Community input on environmental decisions is mostly collected through phone or mail-in surveys, Tyner said. Doing surveys well costs a lot of time and money. And people outside of the survey’s range or those who choose not to respond can’t be accounted for.

Twitter data mining is cheaper and dramatically expands the sample size. It can be especially helpful in passing legislation, Tyner said. “It’s important to know you have community support.”

But there are downsides to using Twitter to collect community input, Tyner said.

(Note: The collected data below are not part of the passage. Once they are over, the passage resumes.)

"""The fast visibility engine against the astropy reference engine and astropy positions.

References: vigil.engines.reference (astropy get_sun, AltAz with refraction and topocentric
get_body sampled every 5 min: the project's truth for visibility, itself checked against
PyEphem in test_visibility.py); astropy's TETE frame, get_body and the builtin ephemeris for
the tabulated positions; the linear-interpolation error bound |f - L| <= h^2 max|f''| / 8
(standard numerical analysis, from memory).

The workload is invented and seeded: targets over the whole sky, periods 0.5-50 d, durations
1-6 h, four invented sites (one above 60 deg N, where summer nights never get dark enough)
with the three twilights, with and without a Moon limit, over four short spans spread over a
year. Every transit, observable or not, is compared.
"""

import astropy.units as u
import erfa
import numpy as np
import pandas as pd
import pytest
from astropy.coordinates import (TETE, CartesianRepresentation, SkyCoord, get_body, get_body_barycentric,
                                 solar_system_ephemeris)
from astropy.time import Time

from vigil import local_sky, places_of_date, timescales, visibility, windows
from vigil.constraints import Constraints, resolve_constraints
from vigil.engines import fast as fast_engine
from vigil.engines import reference as reference_engine
from vigil.sites import Site
from vigil.timescales import earth_location

from conftest import random_targets

SITES = {
    "austral_ridge": Site("austral_ridge", -29.26, -70.73, 2400.0,
                          defaults={"twilight": "astronomical", "min_altitude_deg": 30.0}),
    "isla_cima": Site("isla_cima", 19.82, -155.47, 4100.0,
                      defaults={"twilight": "nautical", "min_altitude_deg": 25.0, "moon_sep_deg": 40.0}),
    "mittelberg": Site("mittelberg", 47.08, 11.38, 900.0, defaults={"twilight": "civil", "min_altitude_deg": 20.0}),
    "fjellstua": Site("fjellstua", 69.65, 18.96, 100.0,
                      defaults={"twilight": "nautical", "min_altitude_deg": 15.0, "moon_sep_deg": 30.0}),
}
SPAN_STARTS = ("2027-03-18", "2027-06-19", "2027-09-20", "2027-12-19")  # equinoxes and solstices
SPAN_D = 4.0
N_TARGETS = 12
SEED = 20270318

MINUTE_D = 1.0 / 1440.0
EDGE_TOLERANCE_S = 60.0
# Fastest change of a constraint margin: an altitude (target or Sun) changes by at most
# 15 deg/h (the Earth's rotation), so 60 s of motion moves a margin by at most 0.25 deg.
MARGIN_PER_MINUTE_DEG = 0.25
ALT_TOLERANCE_DEG = 0.05
# Below about 5 deg the refraction models part ways: astropy (ERFA's A tan z + B tan^3 z) is
# not meant for large zenith distances and the fast path's Saemundsson (1986) formula is; they
# differ by tenths of a degree at the horizon, so altitudes are compared above 5 deg only.
ALT_COMPARED_ABOVE_DEG = 5.0
MOON_TOLERANCE_DEG = 0.2
MID_TOLERANCE_S = 0.1
CLASS_COLUMNS = ["coverage", "observable_fraction", "observable_start_jd_utc", "observable_end_jd_utc"]


def _targets(n: int, seed: int) -> pd.DataFrame:
    return random_targets(n, seed, "Wren-{} b", periods_d=(0.5, 50.0), t0_base=2461000.0, t0_err_d=(1e-4, 3e-3),
                          duration_h=(1.0, 6.0))


def _constraints(site_name: str) -> Constraints:
    return resolve_constraints(SITES[site_name].defaults, {})


def _stretches(observable, n: int):
    """An interval set (row, start, end) as a list of (start, end) lists, one per row."""
    found = [[] for _ in range(n)]
    for r, s, e in zip(*observable):
        found[r].append((s, e))
    return found


def _reference_rows(fast_rows: pd.DataFrame, site: Site):
    """The reference engine on the fast engine's padded windows of one site (which differ from
    its own by the < 0.1 s of mid-time checked below): its results as columns suffixed _ref,
    and its stretches."""
    constraints = _constraints(site.name)
    observable = reference_engine.observable_intervals(fast_rows, site, constraints)
    classified = visibility.classify(fast_rows, observable, constraints.sigma_k)[CLASS_COLUMNS]
    reference = pd.concat([classified, reference_engine.conditions_at_mid(fast_rows, site)], axis=1)
    reference["mid_jd_utc"] = reference_engine.site_mid_jd_utc(fast_rows, site)
    return reference.add_suffix("_ref"), _stretches(observable, len(fast_rows))


@pytest.fixture(scope="module")
def paired():
    """Per transit and site, the fast engine's row with the reference's results beside it
    (suffix _ref), and each engine's observable stretches (lists of (start, end), JD UTC)."""
    targets = _targets(N_TARGETS, SEED)
    tables, stretches = [], {"fast": [], "reference": []}
    for first in SPAN_STARTS:
        start = Time(first, scale="utc")
        fast = windows.plan_windows(targets, SITES, {}, start, start + SPAN_D * u.day, include_unobservable=True)
        for name, rows in fast.groupby("site", sort=False):
            rows = rows.reset_index(drop=True)
            site = SITES[name]
            reference, found = _reference_rows(rows, site)
            tables.append(rows.join(reference))
            stretches["reference"] += found
            stretches["fast"] += _stretches(fast_engine.observable_intervals(rows, site, _constraints(name)), len(rows))
    return pd.concat(tables, ignore_index=True), stretches


def _reference_margin_deg(table: pd.DataFrame, positions, jd_utc) -> np.ndarray:
    """The reference path's smallest constraint margin (deg, >= 0 observable) for rows at instants."""
    positions, jd_utc = np.asarray(positions), np.asarray(jd_utc, dtype=float)
    margin = np.empty(jd_utc.size)
    sites = table["site"].to_numpy()[positions]
    for name in np.unique(sites):
        pick = np.flatnonzero(sites == name)
        rows = table.iloc[positions[pick]].reset_index(drop=True)
        margin[pick] = reference_engine.constraint_margin_deg(rows, np.arange(pick.size),
                                                            jd_utc[pick], SITES[name], _constraints(name))
    return margin


def _interior_edges(stretches, lo, hi):
    """(time, is_start) of the edges of a row's stretches that are not the window's own ends."""
    return [(s, True) for s, _ in stretches if s > lo] + [(e, False) for _, e in stretches if e < hi]


def test_workload_exercises_every_case(paired):
    # A test that can fail: every coverage class, every twilight, a Moon limit that cuts
    # windows, and a site where nights stay bright (PyEphem/astropy-verified dark_intervals,
    # test_almanac.py) must all be present, or the agreement below proves little.
    table, _ = paired
    assert set(table["coverage_ref"]) == {"full", "ingress", "egress", "partial", "none"}
    assert {_constraints(name).twilight for name in SITES} == {"civil", "nautical", "astronomical"}
    assert max(abs(site.latitude_deg) for site in SITES.values()) > 60.0
    june = Time(SPAN_STARTS[1], scale="utc").jd
    north = SITES["fjellstua"]
    dark = local_sky.dark_intervals(north.latitude_deg, north.longitude_deg, north.elevation_m, june, june + SPAN_D,
                                  _constraints("fjellstua").sun_altitude_deg)
    assert dark[0].size == 0  # no nautical darkness at 69.65 N in late June
    moon_cut = 0
    for name in ("isla_cima", "fjellstua"):
        rows = table[table["site"] == name].reset_index(drop=True)
        site, with_moon = SITES[name], _constraints(name)
        without_moon = Constraints(**{**with_moon.__dict__, "moon_sep_deg": 0.0})
        fraction = {}
        for label, constraints in (("with", with_moon), ("without", without_moon)):
            observable = fast_engine.observable_intervals(rows, site, constraints)
            fraction[label] = visibility.classify(rows, observable, constraints.sigma_k)[
                "observable_fraction"].to_numpy()
        moon_cut += int(np.sum(fraction["with"] < fraction["without"] - 1e-6))
    assert moon_cut >= 3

Boating accidents in the Detroit River and a cliff collapse at Pictured Rocks were unexpected topics of discussion surrounding Great Lakes Areas of Concern on Twitter in 2019. Image: Emily Tyner

People with strong opinions tend to hold a large presence on Twitter. This can have benefits, Tyner said. “You’re capturing the most enthusiastic people. … It’s fine, it’s people’s emotion.”

While Twitter has a greater reach than traditional surveys, it still doesn’t represent the entire region’s population, Tyner said. Combining data from social media with surveys would give researchers the benefits of both methods.

“We need to ask ourselves, ‘Who isn’t represented?’,” said Elizabeth Perry, assistant professor of Protected Areas & Natural Resources Recreation Management at Michigan State University. When surveys are only given to park visitors, people who had barriers to access or didn’t know about the survey don’t hear about it.

Community input is important when parks are making difficult decisions, Perry said. “We find ourselves in circumstances where we need to pick options that will both be approved by the public and be in the park’s best interest.”

Perry is working on a climate action plan with the Huron Metroparks system in Michigan. The plan will be shaped by feedback from members and visitors, collected from both surveys and social media.

It’s a new way of expressing an old value: “Meaningfully including people in these [decision-making] areas is an expression of our democratic ideals,” Perry said.